As India unlocks, learning to live with the virus approch signals waning of social contract, active governance

'Learn to live with it' also includes learning how to suffer from it and all that idea includes right from being denied a hospital bed to dying in isolation, to dying in anxiety that you have possibly spread the virus to your family.

Abhinav Verma and Shiralie Chaturvedi June 09, 2020 10:46:52 IST
As India unlocks, learning to live with the virus approch signals waning of social contract, active governance

Long ago, a discordant set of people who claimed their own individual rights and liberty, sometimes even to the violation of another’s, came together to form modern society. Acting on their own accord without common responsibility meant that they were intrinsically Darwinian — the strongest survive and the weak perish — in a place where fear was continual and commerce or leisure was unknown.

As Rousseau put it, the only way to proceed was for each individual to ‘put into the community his person and all his powers under the supreme direction of the general will’. This gave form to the concept of organised government -- an intangible entity to act on the general will of the people. This, they believed, will provide the greatest protection from nature’s perils.

A social contract is now formed, whereby members reap the benefits of society and enjoy a greater degree of protection by foregoing certain freedoms, enforced via a formed government. This quid pro quo we all make each day to live under the protection of the government.

These ideas have long defined what society looks like, even the earliest documented instructions by Greek Sophists in 5th century BCE. They also define how society operates today, in 2020, as the world is facing an overt threat. The novel coronavirus has now claimed over 4 lakh lives worldwide and is set to take many more.

The official narrative

Governments world over have been investing heavily in testing exhaustively to isolate cases, preparing hospitals to treat, and fixing the gaping hole in the world economy. In India, the government had done all of these, starting as early as 8 January The country also imposed a strict lockdown starting 25 March itself, however, the “unlocking” commenced from 8 June, at a time when cases have neither peaked nor has the curve flattened.

As per the terms of the invisible contract, the government is entrusted with the responsibility to protect life and dignity of its citizenry from this pandemic, otherwise, it has no basis to exist. It is for this reason that the narrative accompanying the unlocking is irksome.

In a meeting with chief ministers on 11 May, Prime Minister Narendra Modi said "we will have to learn to live with corona" for the first time. On 12 May in his address to the nation, he further stated that the virus is going to be a part of our lives. This was coupled with a plea to go back to work to revive the economy. Earlier on 8 May, the health ministry had also asserted the idea of “living with the virus”, one that was then echoed by Delhi chief minister Arvind Kejriwal.

'Learn to live with it' also includes learning how to suffer from it and all that idea includes right from being denied a hospital bed to dying in isolation, to dying in anxiety that you have possibly spread the virus to your family. This casts the government as a passive player who told you to figure it out yourself.

Passive culpability of the establishment

This passiveness hasn’t been the response of countries that have won the fight against coronavirus. For instance, New Zealand is now virus-free. The administration tracked, isolated and treated each case and now they don’t live in an existential threat.

Population size comparatives have been used to distinguish New Zealand and our (clearly not so) Aatmanirbhar Bharat. However, that doesn’t account for the fact that India should’ve learnt how to manage its large population size in the 72 years of independence.

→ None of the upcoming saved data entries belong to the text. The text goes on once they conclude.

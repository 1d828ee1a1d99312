"""``curvetui batch``: check every bend of a CSV file and write the results beside them."""

from __future__ import annotations

import argparse
import os
import sys
from pathlib import Path
from typing import TYPE_CHECKING

from curvetui import CAUTION
from curvetui.batch import columns as cols
from curvetui.cli.common import add_units_option
from curvetui.inputs import InputError
from curvetui.screen_text import clean, markup

if TYPE_CHECKING:
    from rich.console import Console

    from curvetui.batch.summary import Summary

# pyarrow (batch.stream), the tables and Rich are imported in the functions that use them:
# the parser of every sub-command is built on each start, and only `batch` needs them.


def add_parser(sub) -> None:
    p = sub.add_parser(
        "batch",
        help="check every bend of a CSV file",
        description="Check every road bend and rail curve of a CSV or Parquet (.parquet) "
        "file. Columns (any case, any order): " + ", ".join(cols.INPUTS) + "; other columns "
        "are carried through. Writes every input column, then the result columns chosen by "
        "--columns, row, status and the failure and warning lines; a text cell that a "
        "spreadsheet would run as a formula (not a number, starting with =, +, -, @, tab or "
        "CR) is written to CSV with a leading apostrophe unless --keep-formulas. Units, road "
        "table and rail limits are named in the summary (and in a Parquet file's metadata). "
        "Exit code 0 when every bend passes, 1 when any fails or has an error, 2 when the "
        "file cannot be used.",
    )
    p.add_argument(
        "input",
        help="CSV or .parquet file to check, or - for standard input (CSV). With the default "
        "columns, standard input is first copied to a temporary file so that its kinds of "
        "bend are known before the header is written (the same columns as for the file); "
        "--columns all or a list streams it without the copy",
    )
    p.add_argument(
        "-o",
        "--output",
        help="where to write the results, or - for standard output; a name ending .parquet "
        "writes Parquet (numbers as numbers) "
        "(default: INPUT.checked.csv beside the input; standard output for standard input)",
    )
    p.add_argument(
        "--columns",
        default=cols.DEFAULT,
        metavar="all|default|LIST",
        help="result columns: default (the headline results of the kinds present: road "
        "results only with road rows, rail only with rail rows, geometry only with a "
        "deflection column, signs only with a posted_speed column; then row, status and "
        "findings: the FAIL, WARNING and ERROR lines), all (every result, with units, table, "
        "limits and messages with the notes on every row), or a comma-separated list of "
        "result names (a group as geometry.*); row and status are always written, and "
        "findings unless messages is listed",
    )
    add_units_option(p)
    p.add_argument("--table", help="road design table by name or .toml path")
    p.add_argument("--limits", help="rail limits by name or .toml path")
    p.add_argument(
        "--keep-formulas",
        action="store_true",
        help="write text cells that start with =, +, -, @, tab or CR as they are (by default "
        "they get a leading apostrophe, so a spreadsheet shows them instead of running them)",
    )
    p.set_defaults(run=run)


def _output_path(args) -> str:
    if args.input != "-" and os.path.isdir(args.input):
        raise InputError(f"{args.input}: is a folder; name a CSV file to check (or - for stdin)")
    if args.output:
        return args.output
    if args.input == "-":
        return "-"
    path = Path(args.input)
    if not path.name:
        raise InputError(f"{args.input!r}: not a file name; name a CSV file to check")
    ending = ".parquet" if path.suffix.lower() == ".parquet" else ".csv"
    return str(path.with_name(path.stem + ".checked" + ending))


def run(args: argparse.Namespace) -> int:
    from rich.console import Console
    from rich.progress import BarColumn, Progress, TextColumn, TimeElapsedColumn

    from curvetui.batch.header import BatchFileError
    from curvetui.batch.parquet_io import is_parquet
    from curvetui.batch.stream import run_batch
    from curvetui.core.units import unit_system
    from curvetui.storage.files import atomic_binary
    from curvetui.storage.tables import rail_limits, road_table

    units = unit_system(args.units)
    table = road_table(args.table, units.name)
    limits = rail_limits(args.limits, units.name)
    from curvetui.storage.sign_tables import sign_table

    sign_table()  # a bad CURVETUI_SIGNS is a usage error here, not an error on every row
    err = Console(stderr=True, highlight=False)
    out_path = _output_path(args)
    try:
        choice = cols.parse_columns(args.columns)
    except cols.ColumnsError as exc:
        err.print(clean(f"curvetui: error: {exc}"), markup=False)
        return 2
    parquet_out = is_parquet(out_path)
    if parquet_out and out_path == "-":  # pragma: no cover - "-" never ends .parquet
        return 2
    if args.input != "-" and out_path != "-":
        if os.path.exists(out_path) and os.path.samefile(args.input, out_path):
            err.print(
                clean(f"curvetui: error: {out_path}: the output would overwrite the input"),
                markup=False,
            )
            return 2
    source = sys.stdin.buffer if args.input == "-" else args.input
    progress = Progress(
        TextColumn("checking"),
        BarColumn(),
        TextColumn("{task.percentage:>3.0f} %  {task.fields[rows]:,} rows"),
        TimeElapsedColumn(),
        console=err,
        transient=True,
        disable=not err.is_terminal,
    )
    task = progress.add_task("batch", total=None, rows=0)
    keep = args.keep_formulas
    how = dict(keep_formulas=keep, columns=choice, parquet_out=parquet_out)

    def tick(done: int, total: int | None, rows: int) -> None:
        progress.update(task, completed=done, total=total, rows=rows)

    try:
        with progress:
            if out_path == "-":
                summary = run_batch(source, sys.stdout.buffer, units, table, limits, tick, **how)
                if summary.output_closed:
                    _quiet_stdout()  # nothing more can reach the reader; no error at exit
                else:
                    sys.stdout.buffer.flush()
            else:
                with atomic_binary(out_path) as sink:
                    summary = run_batch(source, sink, units, table, limits, tick, **how)
    except BatchFileError as exc:
        name = "standard input" if args.input == "-" else args.input
        err.print(clean(f"curvetui: error: {name}: {exc}"), markup=False)
        return 2
    if summary.output_closed:
        err.print(
            f"[yellow]The output's reader closed it early (after about "
            f"{summary.written_rows:,} rows); every one of the {summary.rows:,} rows was "
            "still checked, and the counts and exit code are theirs.[/]"
        )
    print_summary(err, summary, out_path, table, limits)
    return summary.exit_code


def _quiet_stdout() -> None:
    """Point standard output at the null device, so Python's final flush to the closed
    pipe raises nothing (the recipe of the Python docs, "Note on SIGPIPE")."""
    devnull = os.open(os.devnull, os.O_WRONLY)
    os.dup2(devnull, sys.stdout.fileno())
    os.close(devnull)


REASONS_SHOWN = 20  # rules listed; the rest counted in the title
RESULTS_LISTED = 30  # result column names listed in the summary; the rest counted


def print_summary(err: Console, s: Summary, out_path: str, table, limits) -> None:
    """Counts, the worst bends, the first errors, what was used, and the caution."""
    from rich.table import Table

    grid = Table(title="Batch check", show_header=False)
    grid.add_column("what")
    grid.add_column("count", justify="right")
    grid.add_row("bends", f"{s.rows:,}")
    grid.add_row("[green]pass[/]", f"{s.passed:,}")
    grid.add_row("[bold red]fail[/]", f"{s.failed:,}")
    grid.add_row("[bold magenta]error[/]", f"{s.errors:,}")
    if s.blank:
        grid.add_row("blank rows skipped", f"{s.blank:,}")
    err.print(grid)
    if s.rows == 0:
        err.print("[yellow]The file has a header but no bends.[/]")
    if s.reasons:
        # grouped by the first failed rule (numbers as #): ten near-identical rows told
        # a reader less than one line per rule with its count and its worst bend
        shown = s.reasons[:REASONS_SHOWN]
        more = len(s.reasons) - len(shown)
        title = f"Failing bends by reason ({s.failed:,} bends, {len(s.reasons):,} reasons)"
        worst = Table(title=title + (f"; first {len(shown)} shown" if more > 0 else ""))
        for name in ("bends", "first failed rule", "worst: row", "id", "demand / limit"):
            worst.add_column(name, overflow="fold")
        for r in shown:
            w = r.worst
            ratio = f"{100 * w.utilisation:.0f} %" if w.utilisation > 0 else "-"
            worst.add_row(f"{r.count:,}", markup(r.rule), str(w.row), markup(w.id, True), ratio)
        err.print(worst)
    if s.first_errors:
        errors = Table(title=f"Rows with errors (first {len(s.first_errors)} of {s.errors:,})")
        errors.add_column("row")
        errors.add_column("id")
        errors.add_column("message", overflow="fold")
        for w in s.first_errors:
            errors.add_row(str(w.row), markup(w.id, True), markup(w.message))
        err.print(errors)
    err.print(clean(f"units: {s.units}"), markup=False)
    err.print(clean(f"road table: {table.name} ({table.source})"), markup=False)
    err.print(clean(f"rail limits: {limits.name} ({limits.source})"), markup=False)
    said = ", ".join(s.results[:RESULTS_LISTED])
    if len(s.results) > RESULTS_LISTED:
        said += f" and {len(s.results) - RESULTS_LISTED} more"
    err.print(clean(f"result columns ({len(s.results)}): {said}"), markup=False)
    if out_path != "-":
        err.print(clean(f"results written to {out_path}"), markup=False)
    err.print(f"[bold yellow]{CAUTION}[/]")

The density of population comes with an increased density of responsibilities, reactions, accountability, and answers.

Public health strategists will tell you that ramping up testing and nearing universal testing is the only way to contain the virus before the vaccine comes out. However, it was only in mid-May that India actually was able to administer more than 1 lakh tests in a day. Today, India is testing ~3 persons per 1,000 population, much behind Denmark (95.45), Italy (66.98) and even South Africa (18.34).

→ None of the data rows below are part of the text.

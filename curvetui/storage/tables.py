"""Loading design tables from data files: the package's own and the user's.

Tables are TOML files. The package ships its own under ``curvetui/data/road`` (and
``data/rail`` for rail limits); a user adds an authority's table by dropping a file into
a folder named by the environment variable ``CURVETUI_TABLES`` (several folders joined
with the path separator) or ``~/.config/curvetui/tables``, or by passing a file path
where a table name is asked for. Files are read once per process.
"""

from __future__ import annotations

import math
import os
from functools import cache
from importlib import resources
from pathlib import Path

import numpy as np

from curvetui.core.road_table import DISTRIBUTIONS, RadiusRounding, RoadTable
from curvetui.storage.table_files import (
    TableError,
    load_user_files,
    read_table_file,
    skipped_files,
    user_table_dirs,
)

__all__ = [
    "TableError",
    "rail_limit_sets",
    "rail_limits",
    "read_table_file",
    "road_table",
    "road_tables",
    "skipped_files",
    "user_table_dirs",
]

DEFAULT_ROAD_TABLE = {"metric": "aashto-2018-metric", "us": "aashto-2018-us"}


def _need(mapping: dict, key: str, where: str, kind: type | tuple[type, ...]):
    if key not in mapping:
        raise TableError(f"{where}: missing '{key}'")
    value = mapping[key]
    if isinstance(value, bool) or not isinstance(value, kind):
        names = kind.__name__ if isinstance(kind, type) else " or ".join(k.__name__ for k in kind)
        raise TableError(f"{where}: '{key}' must be {names}, got {value!r}")
    return value


def _number(mapping: dict, key: str, where: str, lo: float, hi: float) -> float:
    given = _need(mapping, key, where, (int, float))
    try:
        value = float(given)
    except OverflowError:  # an integer beyond any float
        value = math.inf if given > 0 else -math.inf
    if not (lo <= value <= hi):
        raise TableError(
            f"{where}: '{key}' = {value:g} is outside the allowed range {lo:g} to {hi:g}"
        )
    return value


def _optional(mapping: dict, key: str, where: str, lo: float, hi: float, default: float) -> float:
    """_number where the key may be left out (``default`` then)."""
    return _number(mapping, key, where, lo, hi) if key in mapping else default


def _numbers(mapping: dict, key: str, where: str, lo: float, hi: float) -> list[float]:
    """An optional list of numbers, each within [lo, hi]."""
    values = mapping.get(key, [])
    if not isinstance(values, list):
        raise TableError(f"{where}: '{key}' must be a list of numbers, got {values!r}")
    return [_number({key: v}, key, where, lo, hi) for v in values]


def parse_road_table(data: dict, path: str = "") -> RoadTable:
    """Build a RoadTable from a parsed TOML document, with a clear error for any fault."""
    label = path or "road table"
    head = _need(data, "table", label, dict)
    where = f"{label} [table]"
    name = _need(head, "name", where, str)
    units = _need(head, "units", where, str)
    if units not in ("metric", "us"):
        raise TableError(f"{where}: 'units' must be 'metric' or 'us', got {units!r}")
    distribution = head.get("distribution", "aashto-method-5")
    if distribution not in DISTRIBUTIONS:
        raise TableError(f"{where}: 'distribution' must be one of {', '.join(DISTRIBUTIONS)}")
    emax = _need(head, "emax", where, dict)
    emin = _number(emax, "min", f"{where} emax", 0, 20)
    emx = _number(emax, "max", f"{where} emax", emin, 20)
    edef = _number(emax, "default", f"{where} emax", emin, emx)
    tabulated = _numbers(emax, "tabulated", f"{where} emax", 0, 20)
    rounding = head.get("radius_rounding", {})
    if not isinstance(rounding, dict):
        raise TableError(f"{where}: 'radius_rounding' must be a table of values")
    rw = f"{where} radius_rounding"
    sig = _optional(rounding, "significant_figures", rw, 1, 15, 3)
    if sig != int(sig):
        raise TableError(f"{rw}: 'significant_figures' must be a whole number, got {sig:g}")
    rows = _need(data, "rows", label, list)
    if len(rows) < 2:
        raise TableError(f"{label}: needs at least two [[rows]]")
    cols: dict[str, list[float]] = {
        "speed": [],
        "side_friction_max": [],
        "running_speed": [],
        "relative_gradient": [],
        "spiral_radius_max": [],
    }
    sources = []
    for i, row in enumerate(rows, start=1):
        rw = f"{label} row {i}"
        if not isinstance(row, dict):
            raise TableError(f"{rw}: must be a table of values")
        cols["speed"].append(_number(row, "speed", rw, 1, 400))
        cols["side_friction_max"].append(_number(row, "side_friction_max", rw, 0.01, 1.0))
        if distribution == "aashto-method-5":
            vr = _number(row, "running_speed", rw, 1, 400)
        else:
            vr = _optional(row, "running_speed", rw, 1, 400, cols["speed"][-1])
        cols["running_speed"].append(vr)
        cols["relative_gradient"].append(_number(row, "relative_gradient", rw, 0.01, 5.0))
        cols["spiral_radius_max"].append(
            _number(row, "spiral_radius_max", rw, 1, 1e6) if "spiral_radius_max" in row else np.nan
        )
        src = row.get("source")
        if not isinstance(src, str) or not src.strip():
            raise TableError(f"{rw}: every row needs a 'source' naming where its values come from")
        sources.append(src)
    speeds = np.array(cols["speed"])
    if np.any(np.diff(speeds) <= 0):
        raise TableError(f"{label}: row speeds must rise strictly from row to row")
    constant = _number(head, "point_mass_constant", where, 1, 1000)
    spiral_max = np.array(cols["spiral_radius_max"])
    spiral_source = head.get("spiral_radius_max_source", "")
    if np.isfinite(spiral_max).any() and not (
        isinstance(spiral_source, str) and spiral_source.strip()
    ):
        raise TableError(
            f"{where}: rows give spiral_radius_max, so 'spiral_radius_max_source' must say "
            "where those values come from"
        )
    return RoadTable(
        name=name,
        title=str(head.get("title", name)),
        source=_need(head, "source", where, str),
        units=units,
        point_mass_constant=constant,
        distribution=distribution,
        speeds=speeds,
        side_friction_max=np.array(cols["side_friction_max"]),
        running_speeds=np.array(cols["running_speed"]),
        relative_gradient=np.array(cols["relative_gradient"]) / 100.0,
        row_sources=tuple(sources),
        emax_default=edef / 100.0,
        emax_min=emin / 100.0,
        emax_max=emx / 100.0,
        emax_tabulated=tuple(t / 100.0 for t in tabulated),
        normal_crown=_number(head, "normal_crown", where, 0, 10) / 100.0
        if "normal_crown" in head
        else 0.02,
        superelevation_step=_number(head, "superelevation_step", where, 0.01, 1) / 100.0
        if "superelevation_step" in head
        else 0.001,
        normal_crown_limit=_number(head, "normal_crown_limit", where, 0, 10) / 100.0
        if "normal_crown_limit" in head
        else 0.015,
        radius_rounding=RadiusRounding(
            whole_below=_optional(rounding, "whole_below", rw, 0, 1e6, 1000),
            step=_optional(rounding, "step", rw, 1e-3, 1e3, 1),
            significant_figures=int(sig),
        ),
        path=path,
        spiral_radius_max=spiral_max if np.isfinite(spiral_max).any() else None,
        spiral_radius_max_source=spiral_source if np.isfinite(spiral_max).any() else "",
    )


def _packaged_files(kind: str) -> list[tuple[str, Path]]:
    folder = resources.files("curvetui") / "data" / kind
    return sorted(
        (entry.name, Path(str(entry))) for entry in folder.iterdir() if entry.name.endswith(".toml")
    )


@cache
def road_tables() -> dict[str, RoadTable]:
    """Every road table: the package's, then the user's (a user file may replace one). A user
    file that cannot be used is left out and listed by ``skipped_files()``."""
    tables: dict[str, RoadTable] = {}
    for _, path in _packaged_files("road"):
        data = read_table_file(path)
        if not isinstance(data.get("table"), dict) or data["table"].get("kind", "road") != "road":
            continue
        table = parse_road_table(data, str(path))
        tables[table.name] = table
    for table in load_user_files("road", "table", parse_road_table):
        tables[table.name] = table
    return tables


def road_table(name: str | None, units: str = "metric") -> RoadTable:
    """The road table called ``name`` (or a path to a .toml file); default per unit system."""
    if name and (name.endswith(".toml") or os.sep in name):
        return parse_road_table(read_table_file(Path(name)), name)
    tables = road_tables()
    key = name or DEFAULT_ROAD_TABLE[units]
    if key not in tables:
        known = ", ".join(sorted(tables))
        raise TableError(f"--table: unknown road table {key!r}; known tables: {known}")
    return tables[key]


DEFAULT_RAIL_LIMITS = {"metric": "en13803-2010", "us": "49cfr213-class3-5"}


def parse_rail_limits(data: dict, path: str = ""):
    """Build RailLimits from a parsed TOML document (cant in mm metric, inches US).

    Optional per band: cant_gradient_max (mm/m or in/ft), cant_rate_max and
    deficiency_rate_max (mm/s or in/s); NaN where a band leaves one out.
    """
    from curvetui.core.rail import RailLimits, rail_centres_for_coefficient
    from curvetui.core.units import FOOT, INCH, KMH, MPH

    label = path or "rail limits"
    head = _need(data, "limits", label, dict)
    where = f"{label} [limits]"
    name = _need(head, "name", where, str)
    units = _need(head, "units", where, str)
    if units not in ("metric", "us"):
        raise TableError(f"{where}: 'units' must be 'metric' or 'us', got {units!r}")
    cant_unit = 0.001 if units == "metric" else INCH
    speed_unit = KMH if units == "metric" else MPH
    cant_hi = 300 if units == "metric" else 12
    # transition limits: cant gradient in mm/m (metric) or in/ft (US), rates in mm/s or in/s
    gradient_unit = 0.001 if units == "metric" else INCH / FOOT
    gradient_hi = 20 if units == "metric" else 0.24
    rate_hi = 500 if units == "metric" else 20
    if "rail_centres" in head:
        centres = _number(head, "rail_centres", where, 500, 2500) * cant_unit
    elif "cant_coefficient" in head:
        centres = rail_centres_for_coefficient(_number(head, "cant_coefficient", where, 1e-5, 0.01))
    else:
        raise TableError(f"{where}: needs 'rail_centres' (mm or in) or 'cant_coefficient'")
    bands = _need(data, "bands", label, list)
    if not bands:
        raise TableError(f"{label}: needs at least one [[bands]]")
    cols: dict[str, list[float]] = {
        k: []
        for k in (
            "speed_max",
            "cant_recommended",
            "cant_max",
            "deficiency_recommended",
            "deficiency_max",
            "excess_recommended",
            "excess_max",
        )
    }
    transition: dict[str, list[float]] = {
        "cant_gradient_max": [],
        "cant_rate_max": [],
        "deficiency_rate_max": [],
    }
    sources = []
    for i, band in enumerate(bands, start=1):
        bw = f"{label} band {i}"
        if not isinstance(band, dict):
            raise TableError(f"{bw}: must be a table of values")
        cols["speed_max"].append(_number(band, "speed_max", bw, 1, 600) * speed_unit)
        for key in ("cant_recommended", "cant_max", "deficiency_recommended", "deficiency_max"):
            cols[key].append(_number(band, key, bw, 0, cant_hi) * cant_unit)
        for key in ("excess_recommended", "excess_max"):
            cols[key].append(
                _number(band, key, bw, 0, cant_hi) * cant_unit if key in band else float("nan")
            )
        for key, unit, hi in (
            ("cant_gradient_max", gradient_unit, gradient_hi),
            ("cant_rate_max", cant_unit, rate_hi),
            ("deficiency_rate_max", cant_unit, rate_hi),
        ):
            transition[key].append(
                _number(band, key, bw, hi * 1e-6, hi) * unit if key in band else float("nan")
            )
        src = band.get("source")
        if not isinstance(src, str) or not src.strip():
            raise TableError(f"{bw}: every band needs a 'source' naming where its values come from")
        sources.append(src)
    if np.any(np.diff(cols["speed_max"]) <= 0):
        raise TableError(f"{label}: band speed_max must rise strictly from band to band")
    tops, traffic_source = _traffic_top_speeds(head, where, speed_unit, cols["speed_max"][-1])
    return RailLimits(
        name=name,
        title=str(head.get("title", name)),
        source=_need(head, "source", where, str),
        units=units,
        rail_centres=centres,
        **{k: np.array(v) for k, v in cols.items()},
        band_sources=tuple(sources),
        cant_min=_optional(head, "cant_min", where, 0, cant_hi, 0) * cant_unit,
        path=path,
        radius_min=_number(head, "radius_min", where, 0, 10000)
        * (1.0 if units == "metric" else FOOT)
        if "radius_min" in head
        else 0.0,
        scope_min=_number(head, "speed_min", where, 0, 600) * speed_unit
        if "speed_min" in head
        else 0.0,
        gauge=_number(head, "gauge", where, 20, 2000) * (0.001 if units == "metric" else INCH)
        if "gauge" in head
        else float("nan"),
        **{k: np.array(v) for k, v in transition.items()},
        traffic_top_speeds=tops,
        traffic_source=traffic_source,
    )


def _traffic_top_speeds(head: dict, where: str, speed_unit: float, last: float):
    """The optional ``[limits.top_speed]`` table: a top speed (km/h or mph) per kind of
    traffic (``passenger``, ``freight``) and its ``source``; none may pass the last band."""
    from curvetui.core.rail import TRAFFIC

    if "top_speed" not in head:
        return (), ""
    table = _need(head, "top_speed", where, dict)
    at = f"{where} top_speed"
    source = _need(table, "source", at, str)
    if not source.strip():
        raise TableError(f"{at}: 'source' must name where the speeds come from")
    unknown = sorted(set(table) - {"source", *TRAFFIC})
    if unknown:
        raise TableError(f"{at}: unknown key {unknown[0]!r}; keys: {', '.join(TRAFFIC)}, source")
    tops = []
    for traffic in TRAFFIC:
        if traffic in table:
            top = _number(table, traffic, at, 1, 600) * speed_unit
            if top > last * (1 + 1e-12):
                raise TableError(f"{at}: '{traffic}' is above the last band's speed_max")
            tops.append((traffic, top))
    return tuple(tops), source


@cache
def rail_limit_sets() -> dict:
    """Every rail limits file: the package's, then the user's (a user file that cannot be used
    is left out and listed by ``skipped_files()``)."""
    found = {}
    for _, path in _packaged_files("rail"):
        data = read_table_file(path)
        if "limits" not in data:
            continue
        limits = parse_rail_limits(data, str(path))
        found[limits.name] = limits
    for limits in load_user_files("rail", "limits", parse_rail_limits):
        found[limits.name] = limits
    return found


def rail_limits(name: str | None, units: str = "metric"):
    """The rail limits called ``name`` (or a .toml path); default per unit system."""
    if name and (name.endswith(".toml") or os.sep in name):
        return parse_rail_limits(read_table_file(Path(name)), name)
    found = rail_limit_sets()
    key = name or DEFAULT_RAIL_LIMITS[units]
    if key not in found:
        raise TableError(
            f"--limits: unknown rail limits {key!r}; known: {', '.join(sorted(found))}"
        )
    return found[key]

The reason provided for the two-month-long lockdown was to build hospital preparedness in the meantime as well as to flatten the curve. While the latter was far from being fulfilled when India ‘unlock’-ed as the curve still rises steeply each day, the former is a big question mark. Rising graphs are only indicative of people falling prey to the virus even with the — wear a mask, sanitise and maintain social distance — diktat. There is a documented and recorded shortage of beds in both metro cities, Mumbai and Delhi.

What happens to you and me now?

Going by reports, the average Indian, if infected, will shuttle from ER to ER trying to get admitted causing more infections in the process. If admitted, she will be treated by doctors who don’t get adequate supplies of PPE but only two moments of nationwide (non-monetisable) applause, since doctors too are responsible for their own safety as per the government. Soon, we’ll be a nation of those who could brave the virus while others perished; it took a pandemic to realise these faultlines.

Abhinav Verma is a lawyer and policy consultant working on health systems strengthening. Shiralie Chaturvedi is a writer and journalist. Views expressed here are their own.